The prototype project was used to learn the basics of the Apache Fluo API and to explore how it works for supporting CRUD-like operations while maintaining an index on the records being stored.
In the Fluo table I store both the original record as well as a inverted index. Records look like:
{
"id":"abc12345",
"value": 1122
}
These records are represented in Java with the Item
class. An index on the value
field is maintained and is used to search for Items by their value.
Per the notation from https://fluo.apache.org/tour/data-model/, record keys in Fluo look like item<itemId>:item:json
with the value being the JSON serialized representation.
Index keys in Fluo look like index<value>:id:<itemId>
with the value being empty.
To create/update and read records, a simple REST API was written with the following end points
Resource: /item
Method: PUT, POST
For simplicity both methods create or update an Item. The Item is sent as JSON in the body of the request. The following happens within a Transaction. If it is an update and the Item already exists, the existing index value is deleted. Then for both creates and updates, a value is written for the record with its JSON serialized string representation as well as an index value.
Resource: /item/find
Method: GET
Parameters: value
Looks up and returns all Items with the provided value. Within a Snapshot, all keys with a Row matching the search value are scanned, and a list of Item ids are returned by extracting the Column Qualifier from the returned keys. Then record keys/values are fetched based on this list of ids.
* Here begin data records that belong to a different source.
/// Price the swap of slot `sp` for group `j` exactly on the current state
/// and apply it (updating `M`, `Ŵ`, the slot and `f`) when it lowers `f`
/// by more than `SWAP_TOL · f`. Returns the change applied.
pub(crate) fn try_swap(pb: &Problem<'_>, st: &mut State, sp: usize, j: usize) -> Option<f64> {
    let (g, par) = (pb.g, pb.par);
    let gg = g * g;
    let s = st.cols.len();
    let jcols: Vec<usize> = (j * g..(j + 1) * g).collect();
    let acol = gather(pb.a, &st.cols, &jcols);
    // P_{:,J} = M A_{S,J}; G_J = Ŵ A_{S,J} − B_J; S_JJ = A_JJ − A_{J,S} P_{:,J}.
    let mut pj = Mat::<f64>::zeros(s, g);
    matmul(pj.as_mut(), Accum::Replace, st.m.as_ref(), acol.as_ref(), 1.0, par);
    let mut gj = Mat::<f64>::zeros(pb.b.nrows(), g);
    matmul(gj.as_mut(), Accum::Replace, st.what.as_ref(), acol.as_ref(), 1.0, par);
    gj -= gather_cols(pb.b, &jcols);
    let mut sj = vec![0.0; gg];
    for x in 0..g {
        for y in 0..g {
            sj[x * g + y] = pb.a[(jcols[x], jcols[y])] - acol.col(x).transpose() * pj.col(y);
        }
    }
    let ui = st.what.as_ref().subcols(sp * g, g).to_owned();
    let kblk = gram_blocks(ui.as_ref(), g);
    let mut lm: Vec<f64> = (0..gg).map(|i| st.m[(sp * g + i / g, sp * g + i % g)]).collect();
    if !chol(&mut lm, g) {
        return None;
    }
    let mut scratch = vec![0.0; gg];
    let cost = trace_solve(&lm, &kblk, g, &mut scratch);
    // X = R P_IJ (row-major g x g), R = M_II⁻¹.
    let pij: Vec<f64> = (0..gg).map(|i| pj[(sp * g + i / g, i % g)]).collect();
    let mut x = pij.clone();
    chol_solve(&lm, &mut x, g, g);
    let xm = Mat::from_fn(g, g, |i, k| x[i * g + k]);
    let mut gp = gj.clone();
    matmul(gp.as_mut(), Accum::Add, ui.as_ref(), xm.as_ref(), -1.0, par);
    let mut sprime = sj.clone();
    for i in 0..g {
        for k in 0..g {
            let mut v = 0.0;
            for t in 0..g {
                v += pij[t * g + i] * x[t * g + k];
            }
            sprime[i * g + k] += v;
        }
    }
    let gpg = gram_blocks(gp.as_ref(), g);
    let mut ls = sprime.clone();
    if !chol(&mut ls, g) {
        return None;
    }
    let gain = trace_solve(&ls, &gpg, g, &mut scratch);
    let delta = cost - gain;
    if delta.is_nan() || delta >= -SWAP_TOL * st.f {
        return None;
    }
    // Remove I: M' = M − M_{:,I} R M_{I,:}, Ŵ' = Ŵ − U_I R M_{I,:}.
    let mi = st.m.as_ref().subcols(sp * g, g).to_owned();
    let rmi = solve_rows(mi.as_ref(), &lm, g); // M_{:,I} R
    let rui = solve_rows(ui.as_ref(), &lm, g); // U_I R
    matmul(st.m.as_mut(), Accum::Add, rmi.as_ref(), mi.transpose(), -1.0, par);
    matmul(st.what.as_mut(), Accum::Add, rui.as_ref(), mi.transpose(), -1.0, par);
    // q = P' − E_I with P' = M' A_{S,J} = P_{:,J} − M_{:,I} R P_IJ.
    let pijm = Mat::from_fn(g, g, |i, k| pij[i * g + k]);
    let mut qm = pj;
    matmul(qm.as_mut(), Accum::Add, rmi.as_ref(), pijm.as_ref(), -1.0, par);
    zero_slot(st.m.as_mut(), sp, g);
    st.what.as_mut().subcols_mut(sp * g, g).fill(0.0);
    for i in 0..g {
        for k in 0..g {
            qm[(sp * g + i, k)] = if i == k { -1.0 } else { 0.0 };
        }
    }
    // Add J: M'' = M' + q S'⁻¹ qᵀ, Ŵ'' = Ŵ' + G'_J S'⁻¹ qᵀ.
    let qs = solve_rows(qm.as_ref(), &ls, g);
    let gs = solve_rows(gp.as_ref(), &ls, g);
    matmul(st.m.as_mut(), Accum::Add, qs.as_ref(), qm.transpose(), 1.0, par);
    matmul(st.what.as_mut(), Accum::Add, gs.as_ref(), qm.transpose(), 1.0, par);
    st.slots[sp] = j;
    st.cols[sp * g..(sp + 1) * g].copy_from_slice(&jcols);
    st.f = (st.f + delta).max(0.0);
    Some(delta)
}

/// Rows of `x` (`n x g`) times `(L Lᵀ)⁻¹`.
fn solve_rows(x: MatRef<'_, f64>, l: &[f64], g: usize) -> Mat<f64> {
    let mut y = x.to_owned();
    let mut row = vec![0.0; g];
    for r in 0..y.nrows() {
        for i in 0..g {
            row[i] = y[(r, i)];
        }
        chol_solve(l, &mut row, g, 1);
        for i in 0..g {
            y[(r, i)] = row[i];
        }
    }
    y
}

/// Zero rows and columns of slot `sp` of the square `m`.
fn zero_slot(mut m: MatMut<'_, f64>, sp: usize, g: usize) {
    m.as_mut().subcols_mut(sp * g, g).fill(0.0);
    m.subrows_mut(sp * g, g).fill(0.0);
}
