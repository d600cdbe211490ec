/**
 * Bath upkeep in the batch pipeline and its outputs: titre lines and `tank:` in a batch block are neither
 * ingredients nor errors; the titres are computed against the block's own targets and the additions bring
 * the tank back to them. Arithmetic by hand (c = V·c_titrant / V_sample; EDTA 1:1 with Ni²⁺, common
 * practice); atomic weights IUPAC/CIAAW 2021 (Ni 58.693). An invented shop (Ferncliff Platers).
 */
import { describe, expect, it } from 'vitest';
import { analyseBatch } from '../../server/src/chem/batch';
import { createLanguageService } from '../../server/src/service/languageService';
import MarkdownIt from 'markdown-it';
import { batchJson } from '../../server/src/service/batchJson';
import { reportHtml } from '../../server/src/service/report';
import { batchLines } from '../fixtures/batch';

const BLOCK = [
  'name: Watts W-2',
  'volume: 1 L',
  'NiSO4·6H2O 280 g',
  'H3BO3 40 g',
  'tank: 400 L',
  'titre NiSO4·6H2O: 2.00 mL sample, 18.40 mL 0.0500 M EDTA',
].join('\n');

describe('bath upkeep in a batch', () => {
  const b = analyseBatch(batchLines(BLOCK));

  it('reads the titre and tank lines as neither ingredients nor errors', () => {
    expect(b.ingredients.map((i) => i.analysis.hill)).toEqual(['H12NiO10S', 'BH3O3']);
    expect(b.skipped).toEqual([]);
    expect(b.diagnostics.filter((d) => d.severity === 'error')).toEqual([]);
  });

  it('computes the titre against the batch target and the additions for the tank', () => {
    const u = b.upkeep!;
    const [t] = u.titres;
    // 18.40 mL × 0.0500 M ÷ 2.00 mL = 0.460 M; × 58.693 g/mol = 27.00 g/L Ni.
    expect('reading' in t && t.concentrationM).toBeCloseTo(0.46, 9);
    expect('reading' in t && t.carrierGPerL).toBeCloseTo(0.46 * 58.693, 2);
    const target = 280 / b.ingredients[0].molarMass;
    expect('reading' in t && t.ofTarget).toBeCloseTo(0.46 / target, 9);
    // Below target: (target − 0.460) M × 400 L of the hexahydrate; boric acid not analysed, taken as at target.
    const ni = u.additions!.additions.find((a) => a.formula.startsWith('NiSO4'))!;
    expect(ni.addMol).toBeCloseTo((target - 0.46) * 400, 6);
    expect(ni.afterM).toBeCloseTo(target, 9);
    expect(u.additions!.additions.find((a) => a.formula === 'H3BO3')?.assumed).toBe(true);
  });

  it('is in the JSON, the hover of the batch and of the titre line, and the tables', () => {
    const ls = createLanguageService();
    const text = '```batch\n' + BLOCK + '\n```\n';
    const doc = ls.analyse(text, 'markdown');
    const json = batchJson(doc, doc.batches[0]);
    expect(json.upkeep?.tank).toEqual({ litres: 400, capacityL: null });
    expect(json.upkeep?.titres[0]).toMatchObject({ analyte: 'NiSO₄·6H₂O' });
    const at = text.indexOf('18.40');
    const h = ls.hover(doc, doc.lines.positionAt(at))!;
    expect(h.markdown).toMatch(/^\*\*Titre\*\* · NiSO₄·6H₂O 0\.46 M/);
    expect(h.markdown).toContain('18.4 mL');
    const summary = ls.hover(doc, doc.lines.positionAt(text.indexOf('Watts')))!.markdown;
    expect(summary).toContain('**Upkeep** (estimate)');
    expect(summary).toMatch(/Add .* NiSO₄·6H₂O/);
    expect(ls.tables(doc)).toContain('**Upkeep** (estimate)');
    const page = reportHtml(doc, { title: 'w2.md', css: '', markdownIt: () => new MarkdownIt() });
    expect(page).toContain('class="iw-upkeep"');
    expect(page).toMatch(/Titre: NiSO₄·6H₂O 0\.46 M/);
  });
});
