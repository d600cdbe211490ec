/**
 * Reading one part of a formula as ions: every way of cutting its items into cations and anions that the
 * ion table, the metals' usual charges and the monatomic anions allow.
 */
import { element, isMetal } from '../data/elements';
import type { IonDef } from '../data/ions';
import { SALT_STATES, USUAL_EXTRA } from '../data/states';
import type { FormulaItem, GroupNode } from '../formula/ast';
import { itemsKey, ligandCharge, matchIon, matchKey, MAX_ION_ITEMS } from '../ions/match';

export type SegmentKind = 'metal' | 'proton' | 'monatomic-anion' | 'polyatomic' | 'complex' | 'neutral-ligand';

/** One way a segment may be charged: `total` over all its units, the states behind it, and how unusual it is. */
export interface ChargeOption {
  total: number;
  /** Per-atom states for a metal segment (a multiset for mixed valence), else the per-unit charge. */
  states: number[];
  /** 0 usual, 1 observed but less common, 4 known but unusual (fallback). */
  cost: number;
}

export interface Segment {
  kind: SegmentKind;
  role: 'cation' | 'anion' | 'neutral';
  /** The ion as written, without the count that multiplies it (`NO3`, `Fe`, `[Fe(CN)6]`). */
  ionText: string;
  /** Bracket used in the text when it is a group ('' for runs and single items). */
  bracket: '' | '(' | '[' | '{';
  multiplicity: number;
  /** Offsets of the segment in the formula text, count included. */
  start: number;
  end: number;
  element?: string;
  ion?: IonDef;
  /** For complexes: the central metal and the sum of the ligands' charges. */
  complex?: { metal: string; ligandCharge: number; carbonyl?: boolean };
  /** A carbonyl or phosphine ligand written as a group (`(CO)4`). */
  carbonyl?: boolean;
  /** Per-unit charge options (for metals: per atom), usual first. */
  unitOptions: Array<{ charge: number; cost: number }>;
  /** An oxidation state written in Stock notation (`Fe(III)`): kept whatever the reading. */
  stock?: number;
  /** For a metal read in a salt with its salt states only: the options it had before. */
  unrestricted?: Array<{ charge: number; cost: number }>;
}

/**
 * Extra cost of a catenated anion (peroxide, superoxide, ozonide, disulfide, polysulfide): more than a
 * metal state observed in solids (cost ≤ 1), less than an unusual one (cost ≥ 2). So MnO2 reads as
 * Mn⁴⁺ + 2 O²⁻, not Mn²⁺ + O₂²⁻, while BaO2, Na2O2, KO2 and FeS2 (no oxide or sulfide reading with a
 * usual state) stay peroxide, superoxide and disulfide.
 */
export const CATENATED_COST = 1.5;

/** Charge options of a table ion: the usual charge first, a catenated anion at its extra cost. */
export function ionOptions(ion: IonDef): Array<{ charge: number; cost: number }> {
  const extra = ion.catenated ? CATENATED_COST : 0;
  return ion.charges.map((charge, k) => ({ charge, cost: (k === 0 ? 0 : 1) + extra }));
}

const HALOGENS = new Set(['F', 'Cl', 'Br', 'I', 'At']);
const CHALCOGENS = new Set(['O', 'S', 'Se', 'Te']);
/** Monatomic anions of the less electronegative non-metals: only where no oxide, halide or chalcogenide is present. */
const PNICTOGEN_LIKE: Record<string, number[]> = { N: [-3], P: [-3], As: [-3], Sb: [-3], C: [-4], Si: [-4], Ge: [-4], B: [-3] };
/** Zintl-type anions (CaSi2, NaSi): other negative states of Si, Ge, P, As, Sb, at a cost. */
const ZINTL_EXTRA: Record<string, number[]> = { Si: [-1, -2, -3], Ge: [-1, -2, -3], P: [-1, -2], As: [-1, -2], Sb: [-1, -2] };
const D_OR_F_BLOCK = (z: number) => (z >= 21 && z <= 29) || (z >= 39 && z <= 47) || (z >= 57 && z <= 79) || (z >= 89 && z <= 111) || z === 80;

/**
 * States well established in salts and oxides that the data set lists only among "other known" states
 * (or not at all), added to the usual ones. Source: N. N. Greenwood & A. Earnshaw, Chemistry of the
 * Elements, 2nd ed. (1997), the chapters on these elements (from memory): gold(I) (AuCl, [Au(CN)2]⁻),
 * osmium(II, III, VI, VIII) and ruthenium(VIII) (OsO4, RuO4), iron(IV) (SrFeO3).
 */
const EXTRA_USUAL: Record<string, number[]> = { Os: [2, 3, 6], Fe: [4], Pt: [6] };

/**
 * Usual positive charges of a metal as an ion: the common states and the usual ones of data/states.ts
 * first (cost 0), then those seen in the ICSD (1), then the few above (2), then, as a fallback, any known.
 */
export function metalCharges(symbol: string, fallback: boolean): Array<{ charge: number; cost: number }> {
  const e = element(symbol);
  if (!e) return [];
  const out: Array<{ charge: number; cost: number }> = [];
  const seen = new Set<number>();
  const add = (q: number, cost: number) => {
    if (q > 0 && !seen.has(q)) {
      seen.add(q);
      out.push({ charge: q, cost });
    }
  };
  e.commonStates.forEach((q) => add(q, 0));
  (USUAL_EXTRA[symbol] ?? []).forEach((q) => add(q, 0));
  e.icsdStates.forEach((q) => add(q, 1));
  (EXTRA_USUAL[symbol] ?? []).forEach((q) => add(q, 2));
  if (fallback && D_OR_F_BLOCK(e.z)) e.otherStates.forEach((q) => add(q, 4));
  if (out.length === 0 && fallback) e.otherStates.forEach((q) => add(q, 4));
  return out;
}

function anionCharges(symbol: string): Array<{ charge: number; cost: number }> {
  if (HALOGENS.has(symbol)) return [{ charge: -1, cost: 0 }];
  if (CHALCOGENS.has(symbol)) return [{ charge: -2, cost: 0 }];
  if (symbol === 'H') return [{ charge: -1, cost: 0 }];
  const base = PNICTOGEN_LIKE[symbol];
  if (!base) return [];
  return [...base.map((charge) => ({ charge, cost: 0 })), ...(ZINTL_EXTRA[symbol] ?? []).map((charge) => ({ charge, cost: 3 }))];
}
All testing was with MiniFluo, so maybe it isn't wise to read into any performance numbers. The tests ran multiple threads which simultaneously updated Items and searched for Items. When Items where searched for, the client verified that the returned Items actually contained the value searched for. That is, showing the snapshot isolation ensuring that reads of the index and associated records is not impacted by concurrent updates to these records.